| What is expected |
Copy all lines below containing "atol".
── Entries shown ──
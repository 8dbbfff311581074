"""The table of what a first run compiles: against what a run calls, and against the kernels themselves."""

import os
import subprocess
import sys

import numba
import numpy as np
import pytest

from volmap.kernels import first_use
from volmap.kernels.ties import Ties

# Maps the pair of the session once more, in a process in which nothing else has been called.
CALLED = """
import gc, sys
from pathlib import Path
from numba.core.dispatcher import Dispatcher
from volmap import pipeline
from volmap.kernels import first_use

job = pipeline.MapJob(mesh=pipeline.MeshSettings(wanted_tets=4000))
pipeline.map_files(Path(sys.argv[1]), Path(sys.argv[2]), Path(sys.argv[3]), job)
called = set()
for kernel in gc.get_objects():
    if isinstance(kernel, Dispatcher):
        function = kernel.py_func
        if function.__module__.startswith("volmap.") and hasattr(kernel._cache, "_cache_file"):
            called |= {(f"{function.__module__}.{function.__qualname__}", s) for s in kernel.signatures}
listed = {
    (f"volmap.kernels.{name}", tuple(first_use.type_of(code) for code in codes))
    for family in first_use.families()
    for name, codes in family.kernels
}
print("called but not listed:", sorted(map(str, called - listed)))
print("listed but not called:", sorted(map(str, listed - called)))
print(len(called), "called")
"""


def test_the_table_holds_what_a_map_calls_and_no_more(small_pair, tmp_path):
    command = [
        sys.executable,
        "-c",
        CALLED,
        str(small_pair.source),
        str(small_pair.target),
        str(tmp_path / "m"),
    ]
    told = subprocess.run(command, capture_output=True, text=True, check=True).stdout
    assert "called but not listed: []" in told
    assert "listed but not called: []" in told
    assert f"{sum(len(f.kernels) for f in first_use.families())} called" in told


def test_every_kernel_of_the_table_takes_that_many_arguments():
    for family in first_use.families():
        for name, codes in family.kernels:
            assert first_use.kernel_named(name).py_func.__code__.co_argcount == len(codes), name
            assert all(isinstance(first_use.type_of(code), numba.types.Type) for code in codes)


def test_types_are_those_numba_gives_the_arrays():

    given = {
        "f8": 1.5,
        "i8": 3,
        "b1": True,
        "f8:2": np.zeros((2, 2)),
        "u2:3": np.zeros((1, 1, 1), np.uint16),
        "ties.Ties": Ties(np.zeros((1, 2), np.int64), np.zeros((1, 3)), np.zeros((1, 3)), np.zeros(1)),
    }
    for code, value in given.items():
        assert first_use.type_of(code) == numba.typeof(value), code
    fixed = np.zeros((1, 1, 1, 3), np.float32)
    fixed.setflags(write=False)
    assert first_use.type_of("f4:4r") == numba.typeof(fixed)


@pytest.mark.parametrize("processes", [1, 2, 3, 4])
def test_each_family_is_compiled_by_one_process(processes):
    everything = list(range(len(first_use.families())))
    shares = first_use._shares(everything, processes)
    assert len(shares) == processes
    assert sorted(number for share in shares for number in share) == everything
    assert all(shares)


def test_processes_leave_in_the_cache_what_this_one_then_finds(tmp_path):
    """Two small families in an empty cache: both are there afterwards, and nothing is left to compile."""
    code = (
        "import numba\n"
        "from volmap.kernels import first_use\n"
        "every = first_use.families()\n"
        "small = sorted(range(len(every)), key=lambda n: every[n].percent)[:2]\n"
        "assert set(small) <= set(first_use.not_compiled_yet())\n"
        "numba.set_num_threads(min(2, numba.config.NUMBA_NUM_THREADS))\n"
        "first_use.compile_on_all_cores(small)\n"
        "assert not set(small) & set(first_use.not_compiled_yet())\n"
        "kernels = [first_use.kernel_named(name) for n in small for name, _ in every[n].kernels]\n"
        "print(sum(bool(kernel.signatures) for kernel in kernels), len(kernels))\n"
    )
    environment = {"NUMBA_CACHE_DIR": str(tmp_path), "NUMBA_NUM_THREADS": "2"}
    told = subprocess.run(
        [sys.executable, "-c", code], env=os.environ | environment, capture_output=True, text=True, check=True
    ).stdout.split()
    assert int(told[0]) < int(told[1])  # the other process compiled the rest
───
── Entries shown ──
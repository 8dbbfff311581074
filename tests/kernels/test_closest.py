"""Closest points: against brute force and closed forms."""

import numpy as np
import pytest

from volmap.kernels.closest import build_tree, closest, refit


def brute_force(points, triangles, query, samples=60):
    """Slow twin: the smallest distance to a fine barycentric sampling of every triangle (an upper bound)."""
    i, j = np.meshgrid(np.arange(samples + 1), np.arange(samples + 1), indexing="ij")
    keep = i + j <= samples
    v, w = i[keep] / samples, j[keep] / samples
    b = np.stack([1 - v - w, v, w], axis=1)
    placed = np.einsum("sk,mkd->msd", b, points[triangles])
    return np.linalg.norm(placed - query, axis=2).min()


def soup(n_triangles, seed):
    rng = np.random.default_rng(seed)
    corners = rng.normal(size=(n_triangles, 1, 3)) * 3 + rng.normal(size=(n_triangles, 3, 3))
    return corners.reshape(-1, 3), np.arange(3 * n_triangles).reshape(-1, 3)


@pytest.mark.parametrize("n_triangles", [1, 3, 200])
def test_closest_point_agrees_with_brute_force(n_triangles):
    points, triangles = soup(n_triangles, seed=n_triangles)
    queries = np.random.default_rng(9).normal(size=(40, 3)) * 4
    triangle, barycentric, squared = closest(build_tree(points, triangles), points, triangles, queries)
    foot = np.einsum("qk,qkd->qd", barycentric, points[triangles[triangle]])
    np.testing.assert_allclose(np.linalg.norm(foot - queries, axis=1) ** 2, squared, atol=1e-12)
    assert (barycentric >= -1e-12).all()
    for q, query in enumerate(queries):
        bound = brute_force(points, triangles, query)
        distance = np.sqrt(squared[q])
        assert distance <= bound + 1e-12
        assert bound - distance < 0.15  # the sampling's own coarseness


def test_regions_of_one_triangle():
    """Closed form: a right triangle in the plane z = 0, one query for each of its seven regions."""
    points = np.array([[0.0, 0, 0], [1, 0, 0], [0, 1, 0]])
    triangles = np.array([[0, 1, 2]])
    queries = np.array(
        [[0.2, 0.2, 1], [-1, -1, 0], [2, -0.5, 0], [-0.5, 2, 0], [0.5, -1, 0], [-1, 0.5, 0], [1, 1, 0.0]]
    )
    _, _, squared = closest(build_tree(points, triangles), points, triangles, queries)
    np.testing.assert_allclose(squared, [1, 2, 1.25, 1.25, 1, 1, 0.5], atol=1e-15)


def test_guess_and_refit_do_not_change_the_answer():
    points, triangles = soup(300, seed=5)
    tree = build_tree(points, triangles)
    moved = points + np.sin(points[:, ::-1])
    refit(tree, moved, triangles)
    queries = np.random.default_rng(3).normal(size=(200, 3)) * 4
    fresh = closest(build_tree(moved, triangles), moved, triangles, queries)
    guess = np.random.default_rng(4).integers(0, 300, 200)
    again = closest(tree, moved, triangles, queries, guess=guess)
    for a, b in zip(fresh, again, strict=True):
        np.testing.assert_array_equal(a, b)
───
── Entries shown ──
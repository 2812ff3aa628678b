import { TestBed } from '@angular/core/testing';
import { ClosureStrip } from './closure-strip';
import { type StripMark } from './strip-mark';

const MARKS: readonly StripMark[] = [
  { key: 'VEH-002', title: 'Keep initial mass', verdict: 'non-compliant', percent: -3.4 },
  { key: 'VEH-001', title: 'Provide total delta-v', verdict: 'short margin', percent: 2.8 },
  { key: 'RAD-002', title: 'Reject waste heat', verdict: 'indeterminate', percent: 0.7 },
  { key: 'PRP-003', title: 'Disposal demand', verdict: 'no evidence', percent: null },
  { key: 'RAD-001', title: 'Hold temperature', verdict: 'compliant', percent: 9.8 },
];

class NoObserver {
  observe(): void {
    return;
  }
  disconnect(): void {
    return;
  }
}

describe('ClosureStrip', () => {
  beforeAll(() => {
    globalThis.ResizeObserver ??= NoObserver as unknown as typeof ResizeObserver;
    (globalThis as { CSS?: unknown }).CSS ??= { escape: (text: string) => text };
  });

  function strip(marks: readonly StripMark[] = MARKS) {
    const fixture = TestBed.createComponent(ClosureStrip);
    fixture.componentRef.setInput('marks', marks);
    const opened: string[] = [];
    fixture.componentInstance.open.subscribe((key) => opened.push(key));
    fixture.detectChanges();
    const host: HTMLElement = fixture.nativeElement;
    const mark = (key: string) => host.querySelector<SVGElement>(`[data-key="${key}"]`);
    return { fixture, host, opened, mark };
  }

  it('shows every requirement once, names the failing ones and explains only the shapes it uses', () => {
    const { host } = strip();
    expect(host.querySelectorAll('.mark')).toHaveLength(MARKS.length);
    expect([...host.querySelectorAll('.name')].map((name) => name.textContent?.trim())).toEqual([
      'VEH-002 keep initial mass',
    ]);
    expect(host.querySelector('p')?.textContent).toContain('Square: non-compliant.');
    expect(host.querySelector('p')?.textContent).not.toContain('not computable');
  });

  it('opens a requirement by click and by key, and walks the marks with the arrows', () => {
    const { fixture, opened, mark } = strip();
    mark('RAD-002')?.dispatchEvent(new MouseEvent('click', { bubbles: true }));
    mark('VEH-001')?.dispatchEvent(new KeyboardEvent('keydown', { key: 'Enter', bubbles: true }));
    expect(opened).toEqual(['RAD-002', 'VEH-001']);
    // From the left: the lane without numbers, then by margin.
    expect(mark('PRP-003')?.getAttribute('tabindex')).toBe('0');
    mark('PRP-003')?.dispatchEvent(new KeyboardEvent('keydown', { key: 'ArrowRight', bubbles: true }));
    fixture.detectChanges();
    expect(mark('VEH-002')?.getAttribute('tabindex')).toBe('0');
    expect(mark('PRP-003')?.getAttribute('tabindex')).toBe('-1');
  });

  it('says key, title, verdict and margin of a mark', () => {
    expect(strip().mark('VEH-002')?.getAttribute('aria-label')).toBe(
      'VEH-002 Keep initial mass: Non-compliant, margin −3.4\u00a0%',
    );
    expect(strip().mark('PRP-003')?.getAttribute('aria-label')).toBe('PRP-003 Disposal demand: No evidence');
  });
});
───
| Task solution |
    np.testing.assert_allclose(np.linalg.norm(foot - queries, axis=1) ** 2, squared, atol=1e-12)
    np.testing.assert_allclose(squared, [1, 2, 1.25, 1.25, 1, 1, 0.5], atol=1e-15)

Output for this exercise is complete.